WHAT YOU NEED TO DO: Search the data below for lines that include the word "DistanceTerm" and state how many there are, nothing else.

RECORDS:

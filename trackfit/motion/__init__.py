"""How animals move: the velocity field they follow and the steps in which they follow it."""

from trackfit.motion.diffusive import Diffusive
from trackfit.motion.motion import Motion, MotionParameter, Transition
from trackfit.motion.persistent import Persistent
from trackfit.motion.smooth import SmoothTerm, fit_curve
from trackfit.motion.velocity import DistanceTerm, FieldTimes, LayerTerm, VelocityField

__all__ = [
    "Diffusive",
    "DistanceTerm",
    "FieldTimes",
    "LayerTerm",
    "Motion",
    "MotionParameter",
    "Persistent",
    "SmoothTerm",
    "Transition",
    "VelocityField",
    "fit_curve",
]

EXERCISE RESULT: 2